Word for word, transcribe the data below from the line with "image->FillBuffer(std::numeric_limits<float>::quiet_NaN());" to the line with "auto full = source.frame(5);", keeping both of those lines.
[Start of section]
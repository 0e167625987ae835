#include <gtest/gtest.h>

#include <cmath>
#include <numbers>

#include "wavefount/core/random.h"
#include "wavefount/core/tube.h"
#include "wavefount/tube/find_tubes.h"

namespace wavefount::tube {
namespace {

/// An ellipse of 300 × 120 pixels, blurred edge, noise.
ImagePointer embryo(double angle) {
  auto image = make_image(400, 240);
  RandomStream random(4);
  for (int y = 0; y < 240; ++y) {
    for (int x = 0; x < 400; ++x) {
      const double u = (x - 200) * std::cos(angle) + (y - 120) * std::sin(angle);
      const double v = -(x - 200) * std::sin(angle) + (y - 120) * std::cos(angle);
      const double radius = std::hypot(u / 150, v / 60);
      const double slope = std::hypot(u / (150.0 * 150), v / (60.0 * 60)) / std::max(radius, 0.1);
      const double depth = (1 - radius) / std::max(slope, 1e-3);
      const double light = 100 + 150 * 0.5 * std::erfc(-depth / 2) + 4 * random.normal();
      image->GetBufferPointer()[y * 400 + x] = static_cast<float>(light);
    }
  }
  return image;
}

TEST(Embryo, OneClosedCurve) {
  for (const double angle : {0.0, 0.3}) {
    FilmDescription film;
    film.width = 400;
    film.height = 240;
    film.pixel_um = 1;
    film.frames = 1;
    Prescan prescan;
    prescan.low = prescan.median = embryo(angle);
    Messages messages;
    const auto tubes = find_tubes(film, prescan, {}, messages);
    ASSERT_EQ(tubes.tubes.size(), 1U);
    const auto& tube = tubes.tubes[0];
    EXPECT_TRUE(tube.measured);
    EXPECT_TRUE(tube.wide);
    EXPECT_NEAR(tube.width_um, 120, 2.4);
    EXPECT_NEAR(tube.length_um, 300, 4);
    const double area = std::numbers::pi * 150 * 60;
    EXPECT_NEAR(tube.area_um2(), area, 0.02 * area);
  }
}

}  // namespace
}  // namespace wavefount::tube
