#include <gtest/gtest.h>
#include <unistd.h>

#include <cmath>
#include <filesystem>
#include <limits>

#include "tube_scene.h"
#include "wavefount/core/robust.h"
#include "wavefount/tube/binning.h"
#include "wavefount/tube/drift.h"
#include "wavefount/tube/find_tubes.h"
#include "wavefount/tube/frame_plan.h"
#include "wavefount/tube/scan_ahead.h"

namespace wavefount::tube {
namespace {

class Folder {
 public:
  Folder()
      : path_(std::filesystem::temp_directory_path() / ("tube-" + std::to_string(::getpid()))) {
    std::filesystem::create_directories(path_);
  }
  ~Folder() { std::filesystem::remove_all(path_); }
  Folder(const Folder&) = delete;
  Folder& operator=(const Folder&) = delete;
  const std::filesystem::path& path() const { return path_; }

 private:
  std::filesystem::path path_;
};

/// Everything up to the frame steps.
struct Prepared {
  explicit Prepared(const testing::SceneSource& film) : source(film) {
    Messages messages;
    auto scan = scan_ahead(source, {16, 4, 4, 25}, messages);
    prescan = scan.prescan;
    tubes = find_tubes(source.description(), prescan, {}, messages);
    const auto crop = plan_crop(source.description(), prescan, tubes, 25);
    reduced = make_reduced_film(source.description(), prescan, crop, folder.path());
    plan = plan_frames(source.description(), prescan, scan.camera, tubes, *reduced, 25);
  }

  FrameObservation observe(int frame, ImagePointer pixels = nullptr) const {
    FrameObservation observation;
    observation.frame = frame;
    if (pixels.IsNull()) pixels = source.frame(frame);
    const auto small = reduce_frame(*pixels, *reduced, plan, observation);
    register_frame(*small, plan, reduced->factor(), observation);
    return observation;
  }

  Folder folder;
  const testing::SceneSource& source;
  Prescan prescan;
  Tubes tubes;
  std::shared_ptr<ReducedFilm> reduced;
  FramePlan plan;
};

testing::TubeScene moving_scene() {
  testing::TubeScene scene;
  scene.width = 520;
  scene.height = 240;
  scene.frames = 40;
  scene.tubes = {{260, 120, 0.03, 0, 380, 100}};
  for (int k = 0; k < 12; ++k) {
    scene.blobs.push_back({90.0 + 28 * k, 100.0 + 17 * (k % 3), 9, 400, 0, 14 + k % 5});
    scene.blobs.push_back({106.0 + 28 * k, 96.0 + 17 * (k % 4), 9, 400, 24 + k % 5, 1000});
  }
  for (int k = 0; k < scene.frames; ++k)
    scene.drift.push_back({0.3 * k + 0.5 * std::sin(k) + (k >= 27 ? 13.0 : 0.0),
                           0.2 * k - 0.4 * std::cos(2.0 * k) + (k >= 27 ? -7.0 : 0.0)});
  return scene;
}

TEST(Frames, DriftThroughAWaveAndAJump) {
  const testing::SceneSource source(moving_scene());
  const Prepared prepared(source);
  std::vector<FrameObservation> frames;
  for (int k = 0; k < source.scene().frames; ++k) frames.push_back(prepared.observe(k));
  const auto drift = settle_drift(frames, {5});
  const auto& truth = source.scene().drift;
  std::vector<double> errors;
  for (std::size_t k = 0; k < frames.size(); ++k)
    errors.push_back(std::hypot(drift.x_px[k] - truth[k].x + truth[0].x,
                                drift.y_px[k] - truth[k].y + truth[0].y));
  EXPECT_LT(median(errors), 0.3);
  EXPECT_LT(quantile(errors, 1), 1);
  EXPECT_EQ(drift.jumps, std::vector<int>{27});
  for (const auto& frame : frames) {
    EXPECT_TRUE(frame.usable);
    EXPECT_GT(frame.shift_quality, 0.5);
    EXPECT_GT(frame.sharpness, 0);
  }
}

TEST(Frames, SameFrameSameNumbers) {
  const testing::SceneSource source(moving_scene());
  const Prepared prepared(source);
  const auto once = prepared.observe(17);
  const auto again = prepared.observe(17);
  EXPECT_EQ(once.shift_x_px, again.shift_x_px);
  EXPECT_EQ(once.shift_y_px, again.shift_y_px);
  EXPECT_EQ(once.total_light, again.total_light);
}

TEST(Frames, LightAndUselessFrames) {
  auto scene = moving_scene();
  scene.blobs.clear();
  const testing::SceneSource source(scene);
  const Prepared prepared(source);
  const auto good = prepared.observe(5);
  EXPECT_NEAR(good.tube_pixels, 380 * 100, 0.03 * 380 * 100);
  EXPECT_NEAR(good.total_light / good.tube_pixels, 330, 6);
  EXPECT_EQ(good.saturated_share, 0);

  auto image = make_image(scene.width, scene.height);
  image->FillBuffer(0);
  EXPECT_FALSE(prepared.observe(5, image).usable);
  image->FillBuffer(std::numeric_limits<float>::quiet_NaN());
  const auto broken = prepared.observe(5, image);
  EXPECT_FALSE(broken.usable);
  EXPECT_FALSE(broken.problem.empty());
  EXPECT_TRUE(std::isfinite(broken.total_light));

  auto dark = scene;
  dark.tubes[0].level = 1;
  dark.outside = 1;
  EXPECT_FALSE(prepared.observe(5, testing::draw_frame(dark, 5)).usable);

  auto full = source.frame(5);
  for (int i = 0; i < scene.width * scene.height; ++i)
    if (full->GetBufferPointer()[i] > 250) full->GetBufferPointer()[i] = 65535;
  const auto saturated = prepared.observe(5, full);
  EXPECT_GT(saturated.saturated_share, 0.9);
  EXPECT_FALSE(saturated.usable);
}

TEST(Frames, AFewBrokenPixelsAreMended) {
  const testing::SceneSource source(moving_scene());
  const Prepared prepared(source);
  auto image = source.frame(3);
  image->GetBufferPointer()[120 * 520 + 260] = std::numeric_limits<float>::infinity();
  const auto seen = prepared.observe(3, image);
  EXPECT_TRUE(seen.usable);
  EXPECT_TRUE(std::isfinite(image->GetBufferPointer()[120 * 520 + 260]));
  EXPECT_NEAR(seen.shift_x_px, prepared.observe(3).shift_x_px, 0.05);
}

TEST(Frames, ReducedFilmKeepsCounts) {
  const testing::SceneSource source(moving_scene());
  const Prepared prepared(source);
  FrameObservation observation;
  auto pixels = source.frame(2);
  const auto reduced = reduce_frame(*pixels, *prepared.reduced, prepared.plan, observation);
  prepared.reduced->write(2, *reduced);
  const auto back = prepared.reduced->read(2);
  double worst = 0;
  for (int i = 0; i < prepared.reduced->width() * prepared.reduced->height(); ++i)
    worst = std::max(worst, static_cast<double>(std::abs(reduced->GetBufferPointer()[i] -
                                                         back->GetBufferPointer()[i])));
  EXPECT_LT(worst, 0.1);
}

TEST(Frames, AVeryShortFilmWithoutTube) {
  auto scene = moving_scene();
  scene.frames = 1;
  scene.tubes.clear();
  scene.drift.clear();
  const testing::SceneSource source(scene);
  const Prepared prepared(source);
  EXPECT_FALSE(prepared.tubes.tubes[0].measured);
  const auto seen = prepared.observe(0);
  EXPECT_TRUE(seen.usable);
  EXPECT_NEAR(seen.shift_x_px, 0, 0.1);
  EXPECT_NEAR(seen.shift_y_px, 0, 0.1);
}

TEST(Binning, MeansAtAnyFactor) {
  auto image = make_image(70, 45);
  for (int i = 0; i < 70 * 45; ++i)
    image->GetBufferPointer()[i] = static_cast<float>(i % 70 + i / 70);
  for (const int factor : {1, 2, 3, 4, 5, 6, 7, 11}) {
    const auto reduced = bin_mean(*image, factor);
    ASSERT_EQ(image_width(*reduced), 70 / factor);
    for (int y = 0; y < image_height(*reduced); ++y)
      for (int x = 0; x < image_width(*reduced); ++x)
        EXPECT_NEAR(reduced->GetBufferPointer()[y * image_width(*reduced) + x],
                    to_full_px(x, factor) + to_full_px(y, factor), 1e-3);
  }
}

}  // namespace
}  // namespace wavefount::tube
[End of section]
:: REPLY TO THE EXERCISE ::
  image->FillBuffer(std::numeric_limits<float>::quiet_NaN());
  const auto broken = prepared.observe(5, image);
  EXPECT_FALSE(broken.usable);
  EXPECT_FALSE(broken.problem.empty());
  EXPECT_TRUE(std::isfinite(broken.total_light));

  auto dark = scene;
  dark.tubes[0].level = 1;
  dark.outside = 1;
  EXPECT_FALSE(prepared.observe(5, testing::draw_frame(dark, 5)).usable);

  auto full = source.frame(5);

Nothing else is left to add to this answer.